Once it cools down, remove the lime peel and add the rest of the ingredients, blending thoroughly the cream of coconut, condensed milk, rum (to taste), cloves, cinnamon and nutmeg.
Chill overnight. Makes about 2 gallons.
Sabajón
From the heartland of Colombia comes sabajón, an egg-based creamy cocktail that’s so rich it can be served as a dessert. Its origins can be traced to France, Spain and Italy, where it was known as zabaglione and prepared with sweet Marsala wine. By the late 1950s, Colombians developed a commercial recipe and bottled it successfully as Sabajón Apolo.
This sweet wonderful drink is mostly served during the Holidays, especially in Bogota, the capital of this South American nation and its surrounding regions.
Ingredients
2 qts whole milk 1 can condensed milk
8 egg yokes, beaten
8 fl oz aged Colombian rum, like Ron Viejo de Caldas
Set aside a large bowl ready to fill with ice at the end of the cooking time.
In a saucepan, simmer whole milk and condensed milk over low heat; do not let the mixture boil (if it starts to boil, take the pan off the heat right away.)
Slowly add a little of the hot milk to the egg yolks to warm them.
Then, very gradually add the egg yolks to the hot milk mixture, being very careful not to boil or scramble eggs.
Whisk in low heat for about 5 minutes, stirring constantly with a whisk.
Remove pan from heat and put pan into large bowl filled with ice to chill the mixture.
Add rum to taste
Pour into a bottle, cover and refrigerate until ready to serve.
Mexican punch
Chef Lupe, owner of Taco Taco on the Upper East Side, uses fresh fruits for her brew, which is also known as Ponche Navideño, a refreshing cocktail that is served in different variations throughout Mexico and Central America. It’s delicious with or without tequila, vodka or rum. But, what’s the point really if it’s not juiced?
Ingredients
1 lb tejocotes (Mexican small crabapples) 1 lb frozen guava
2 Golden Delicious apples, unpeeled, seeded and cut in small chunks
1 lb panela (raw whole sugar with a heavy molasses content)
6 oz raisins
1 sugar cane, peeled and cut in 4 chunks
8 oz pitted prunes
1 cinnamon stick
1 orange rind, without whitish underskin, in small squares
6 whole cloves
1 tsp anise seeds
1 gallon water
Place the crab apples in a pot with water and bring to a boil.
When the water has begun boiling, put in the chunked sugar cane and simmer for 45 minutes.
Add the Golden Delicious apples and the guavas to the brew. Simmer for another 30 minutes.
Add the rest of the ingredients and simmer until cinnamon and cloves release their flavor.
Serve hot.
Optional: You can add a shot of tequila per cup of ponche.

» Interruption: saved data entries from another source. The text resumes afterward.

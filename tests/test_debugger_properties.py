"""Property: any sequence of debugger commands keeps the machine what the
hardware would be, on ref8 and acc12.

Nothing here restates the session's own rules. Each command is checked
against what it claims in its help (``pulse N`` is N clock pulses with the
ring standing still, ``toggles`` and ``put`` set exactly the value given,
``throw stop`` leaves the generator frozen at a hold point, ``go N`` runs at
most N cycles and ends frozen by the latch or at its limit, a refused
command changes nothing), and the program's course against a second
emulator that runs free on the engine's fast path and resumes by itself at
every halt: whenever the session stands at an instruction boundary, its
datapath is the free runner's after the same number of instructions, as
long as no command has changed the datapath by hand (``put``, ``reset``).
"""

from __future__ import annotations

import pytest
from hypothesis import given, settings
from hypothesis import strategies as st

from emu import Emulator

from debugger_programs import ACC12, GAUGE, KILN, REF8, session_for
from engine_support import datapath_state

LIMIT = 400


class FreeRunner:
    """The program's own course: the state after each instruction, computed on demand."""

    def __init__(self, machine, segments):
        self.emu = Emulator(machine)
        self.emu.load(segments)
        self.states = [datapath_state(self.emu)]

    def _record(self, emu):
        self.states.append(datapath_state(emu))
        return True

    def after(self, count: int):
        while len(self.states) <= count:
            if self.emu.run(max_cycles=10_000, until=self._record).kind == "halted":
                self.emu.press_resume()
        return self.states[count]


def commands(register: str):
    return st.lists(st.one_of(
        st.integers(1, 3).map(lambda n: f"pulse {n}"),
        st.sampled_from(["throw run", "throw stop", "resume", "reset"]),
        st.integers(0, 255).map(lambda v: f"toggles {v}"),
        st.integers(1, 3).map(lambda n: f"instr {n}"),
        st.integers(1, 120).map(lambda n: f"go {n}"),
        st.integers(0, 255).map(lambda v: f"put {register} {v}"),
    ), max_size=14)


class Before:
    """What the machine was before a command."""

    def __init__(self, e: Emulator):
        self.state, self.frozen = e.snapshot_state(), e.frozen
        self.cycles, self.phase = e.cycles, e.phase_index


def check_claim(session, command: str, before: Before, reply: str) -> None:
    """What the command's help promises, from the state before it and after it."""
    e = session.emu
    name, *args = command.split()
    if reply.startswith("error: "):
        assert e.snapshot_state() == before.state, f"'{command}' was refused but changed the machine"
        return
    assert not reply.startswith("internal error"), reply
    if name == "pulse":
        # N pulses, unless a pulse drove halt: then the pulses stop there, as 'help pulse' says.
        given = e.cycles - before.cycles
        assert before.frozen and e.frozen and 1 <= given <= int(args[0])
        assert given == int(args[0]) or (e.halt_latch and "passed the" in reply), reply
        assert e.phase_index == before.phase, "the ring moved during STEP pulses"
    elif name == "throw" and args == ["stop"]:
        assert not e.switch_run and e.frozen
        assert session.machine.phases[e.phase_index].hold
    elif name == "throw" and args == ["run"]:
        # The clock runs; the switch stays at RUN unless the run ended at one
        # of the debugger's own stops (here the cycle limit), which throws it back.
        assert e.switch_run or ("cycle limit" in reply and e.frozen and not e.halt_latch), reply
    elif name == "toggles":
        assert e.switches == int(args[0])
    elif name == "put":
        assert e.get(args[0]) == int(args[1])
    elif name == "go":
        # At its limit the debugger throws the switch to STOP, and the ring
        # runs on to the next hold point, as the hardware's would.
        ran = e.cycles - before.cycles
        assert ran <= int(args[0]) + _pulses_between_hold_points(session.machine) - 1
        assert (e.frozen and e.halt_latch) or ran >= int(args[0])
    elif name == "resume":
        assert not e.halt_latch or e.frozen, "the latch is only set again by a halt that froze the clock"


def _pulses_between_hold_points(machine) -> int:
    """The most clock pulses (falling edges) from one hold point to the next."""
    phases = machine.phases
    holds = [i for i, p in enumerate(phases) if p.hold]
    most = 0
    for start in holds:
        edges, i = 0, start
        while True:
            following = (i + 1) % len(phases)
            if phases[i].level == 1 and phases[following].level == 0:
                edges += 1
            i = following
            if phases[i].hold:
                break
        most = max(most, edges)
    return most


CASES = {"ref8": (REF8, KILN, "r0"), "acc12": (ACC12, GAUGE, "acc")}


@pytest.mark.parametrize("name", CASES)
@settings(max_examples=60, deadline=None)
@given(data=st.data())
def test_debugger_commands_keep_the_machine_as_the_hardware_would(tmp_path_factory, name, data):
    machine, text, register = CASES[name]
    folder = tmp_path_factory.mktemp(name)
    session = session_for(folder, text, machine, str(folder / "prog.asm"), max_cycles=LIMIT)
    free = FreeRunner(machine, session.view.loaded.segments)
    by_hand = False
    for command in data.draw(commands(register)):
        before = Before(session.emu)
        reply = session.execute(command)
        check_claim(session, command, before, reply)
        by_hand = by_hand or (command.split()[0] in ("put", "reset") and not reply.startswith("error: "))
        e = session.emu
        if not by_hand and e.at_instruction_boundary:
            assert datapath_state(e) == free.after(e.instructions), command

Ah, the Spirit of Christmas Passed Out On The Back Patio.

Any drink recipes you would like to share are greatly welcome.

CHRISTMAS ‘SPIRITS’ [New York Post]

Comments

We add walnuts to our Ponche. mmmm

mmmm …i’ve had ponche de granada… sooo good!

I WILL procure coquito for my Christmas party! But Goddamnit, I don’t think the Salvadoran grocery down the street will have it….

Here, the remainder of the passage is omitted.